4. Il ressort des pièces du dossier soumis au juge des référés du tribunal administratif de Montreuil que ce dernier a statué sans audience en application de l'article 3 de l'ordonnance du 18 novembre 2020 portant adaptation des règles applicables aux juridictions de l'ordre administratif, après avoir fixé la date de clôture de l'instruction au 22 mars à 12 heures et que si le mémoire en réplique de M. A, déposé le même jour à 10 heures et qui contenait deux pièces annexées, n'a été communiqué au département qu'à 11 heures 30, les deux productions n'apportaient pas d'élément nouveau. Dès lors, le département n'est pas fondé à soutenir que l'ordonnance qu'il attaque serait intervenue sans que le caractère contradictoire de la procédure ait été respecté.
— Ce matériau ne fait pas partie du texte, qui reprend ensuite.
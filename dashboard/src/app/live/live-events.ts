import { Injectable, inject, signal } from '@angular/core';
import { Observable, filter, map, share } from 'rxjs';
import type { AlertChange, VerdictChange } from '../../../../shared/src/api/api-types';
import { Session } from '../auth/session';
import { eventStream, type LiveStatus, type StreamResponse } from './event-stream';
import type { SseMessage } from './sse-parser';

export type ServerEvent = { type: 'verdict'; data: VerdictChange } | { type: 'alert'; data: AlertChange };

/** The typed event for an SSE message, or null for an event type or data this app does not know. */
export function toServerEvent(message: SseMessage): ServerEvent | null {
  if (message.event !== 'verdict' && message.event !== 'alert') return null;
  try {
    const data: unknown = JSON.parse(message.data);
    if (typeof data !== 'object' || data === null) return null;
    return { type: message.event, data } as ServerEvent;
  } catch {
    return null;
  }
}

/**
 * The service's live events (GET /api/events), one connection shared by every screen
 * that listens; it opens with the first listener and closes with the last.
 */
@Injectable({ providedIn: 'root' })
export class LiveEvents {
  private readonly session = inject(Session);
  private readonly state = signal<LiveStatus>('connecting');
  readonly status = this.state.asReadonly();

  readonly events$: Observable<ServerEvent> = eventStream((signal) => this.connect(signal), {
    onStatus: (s) => this.state.set(s),
    onUnauthorized: () => this.session.refresh(),
  }).pipe(
    map(toServerEvent),
    filter((e): e is ServerEvent => e !== null),
    share(),
  );

  readonly verdicts$: Observable<VerdictChange> = this.events$.pipe(
    filter((e): e is Extract<ServerEvent, { type: 'verdict' }> => e.type === 'verdict'),
    map((e) => e.data),
  );

  readonly alerts$: Observable<AlertChange> = this.events$.pipe(
    filter((e): e is Extract<ServerEvent, { type: 'alert' }> => e.type === 'alert'),
    map((e) => e.data),
  );

  private connect(signal: AbortSignal): Promise<StreamResponse> {
    const token = this.session.token();
    if (!token) return Promise.reject(new Error('not signed in'));
    return fetch('/api/events', {
      headers: { Authorization: `Bearer ${token}`, Accept: 'text/event-stream' },
      credentials: 'same-origin',
      cache: 'no-store',
      signal,
    });
  }
}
5. En deuxième lieu, l'urgence justifie que soit prononcée la suspension d'un acte administratif lorsque l'exécution de celui-ci porte atteinte, de manière suffisamment grave et immédiate, à un intérêt public, à la situation du requérant ou aux intérêts qu'il entend défendre. Il appartient au juge des référés d'apprécier concrètement, compte tenu des justifications fournies par le requérant, si les effets de l'acte litigieux sont de nature à caractériser une urgence justifiant que, sans attendre le jugement de la requête au fond, l'exécution de la décision soit suspendue. L'urgence doit être appréciée objectivement et compte tenu de l'ensemble des circonstances de l'espèce.

6. C'est sans dénaturation des faits que le juge des référés, pour regarder la condition d'urgence comme satisfaite, a relevé que la décision contestée avait pour effet de faire perdre à M. A le bénéfice de l'intégralité de sa rémunération, qu'il justifiait de charges mensuelles incompressibles d'environ 900 euros alors que sa compagne n'avait pas de revenus et que le couple avait un enfant à charge né le 12 février 2019, et que s'il avait perçu une allocation de retour à l'emploi pour le mois de février 2021, elle était de faible montant.
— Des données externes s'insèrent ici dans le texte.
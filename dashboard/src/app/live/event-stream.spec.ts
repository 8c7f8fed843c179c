import { firstValueFrom, take, toArray } from 'rxjs';
import { eventStream, type LiveStatus, type StreamResponse } from './event-stream';
import { toServerEvent } from './live-events';

/** A response whose body yields the given text chunks, then ends (or hangs open). */
function response(chunks: string[], options: { status?: number; hang?: boolean } = {}): StreamResponse & { cancelled: boolean } {
  const encoder = new TextEncoder();
  const queue = chunks.map((c) => encoder.encode(c));
  const res = {
    ok: (options.status ?? 200) < 300,
    status: options.status ?? 200,
    cancelled: false,
    body: {
      getReader: () => ({
        read: () =>
          queue.length
            ? Promise.resolve({ done: false, value: queue.shift() })
            : options.hang
              ? new Promise<{ done: boolean }>(() => undefined)
              : Promise.resolve({ done: true }),
        cancel: async () => {
          res.cancelled = true;
        },
      }),
    },
  };
  return res;
}

describe('eventStream', () => {
  it('emits the parsed events of one connection', async () => {
    const stream = eventStream(async () => response(['event: verdict\ndata: {"estimatorId":1,"verdict":"silent"}\n\n'], { hang: true }));
    const [message] = await firstValueFrom(stream.pipe(take(1), toArray()));
    expect(toServerEvent(message)).toEqual({ type: 'verdict', data: { estimatorId: 1, verdict: 'silent' } });
  });

  it('reconnects with growing waits after the stream ends or the connect fails, and carries on emitting', async () => {
    const connectedAt: number[] = [];
    const statuses: LiveStatus[] = [];
    let calls = 0;
    const stream = eventStream(
      async () => {
        connectedAt.push(Date.now());
        calls++;
        if (calls === 1) return response(['event: alert\ndata: {"alertId":1}\n\n']);
        if (calls === 2) throw new TypeError('network down');
        if (calls === 3) return response([], { status: 503 });
        return response(['event: alert\ndata: {"alertId":2}\n\n'], { hang: true });
      },
      { initialDelayMs: 10, maxDelayMs: 1000, random: () => 0.999, onStatus: (s) => statuses.push(s) },
    );
    const messages = await firstValueFrom(stream.pipe(take(2), toArray()));
    expect(messages.map((m) => JSON.parse(m.data).alertId)).toEqual([1, 2]);
    expect(calls).toBe(4);
    // Waits of about 10, 20 and 40 ms: the backoff doubles per failure in a row.
    const waits = connectedAt.slice(1).map((t, i) => t - connectedAt[i]);
    expect(waits[0]).toBeGreaterThanOrEqual(8);
    expect(waits[2]).toBeGreaterThanOrEqual(30);
    expect(statuses).toContain('retrying');
    expect(statuses.at(-1)).toBe('open');
  });

  it('refreshes the session once on a 401 and reconnects at once', async () => {
    let calls = 0;
    const onUnauthorized = jest.fn(async () => true);
    const stream = eventStream(
      async () => (++calls === 1 ? response([], { status: 401 }) : response(['event: verdict\ndata: {}\n\n'], { hang: true })),
      { initialDelayMs: 5_000, onUnauthorized },
    );
    await firstValueFrom(stream);
    expect(onUnauthorized).toHaveBeenCalledTimes(1);
    expect(calls).toBe(2);
  });

  it('aborts the request and stops reconnecting when its subscriber leaves', async () => {
    let signal: AbortSignal | undefined;
    let calls = 0;
    const res = response([], { hang: true });
    const stream = eventStream(async (s) => {
      calls++;
      signal = s;
      return res;
    });
    const subscription = stream.subscribe();
    await new Promise((r) => setTimeout(r, 5));
    subscription.unsubscribe();
    expect(signal?.aborted).toBe(true);
    await new Promise((r) => setTimeout(r, 20));
    expect(calls).toBe(1);
  });

  it('ignores events of unknown types and data that is not JSON', () => {
    expect(toServerEvent({ event: 'message', data: '{}', id: null })).toBeNull();
    expect(toServerEvent({ event: 'alert', data: 'not json', id: null })).toBeNull();
  });
});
7. En troisième lieu, en cas d'annulation, par une décision du juge d'appel, du jugement ayant prononcé l'annulation de la décision portant révocation d'un agent public, et sous réserve que les motifs de cette décision juridictionnelle ne fassent pas par eux-mêmes obstacle à une nouvelle décision de révocation, l'autorité compétente ne peut retirer la décision de réintégration prise en exécution du premier jugement que dans un délai raisonnable de quatre mois à compter de la notification à l'administration de la décision rendue en appel. Passé ce délai et dans le cas où un pourvoi en cassation a été introduit contre l'arrêt ayant confirmé la révocation de l'agent, l'autorité compétente dispose à nouveau de la faculté de retirer la décision de réintégration, dans un délai raisonnable de quatre mois à compter de la réception de la décision qui rejette le pourvoi ou de la notification de la décision juridictionnelle qui, après cassation, confirme en appel l'annulation du premier jugement. Dans tous les cas, elle doit, avant de procéder au retrait, inviter l'agent à présenter ses observations.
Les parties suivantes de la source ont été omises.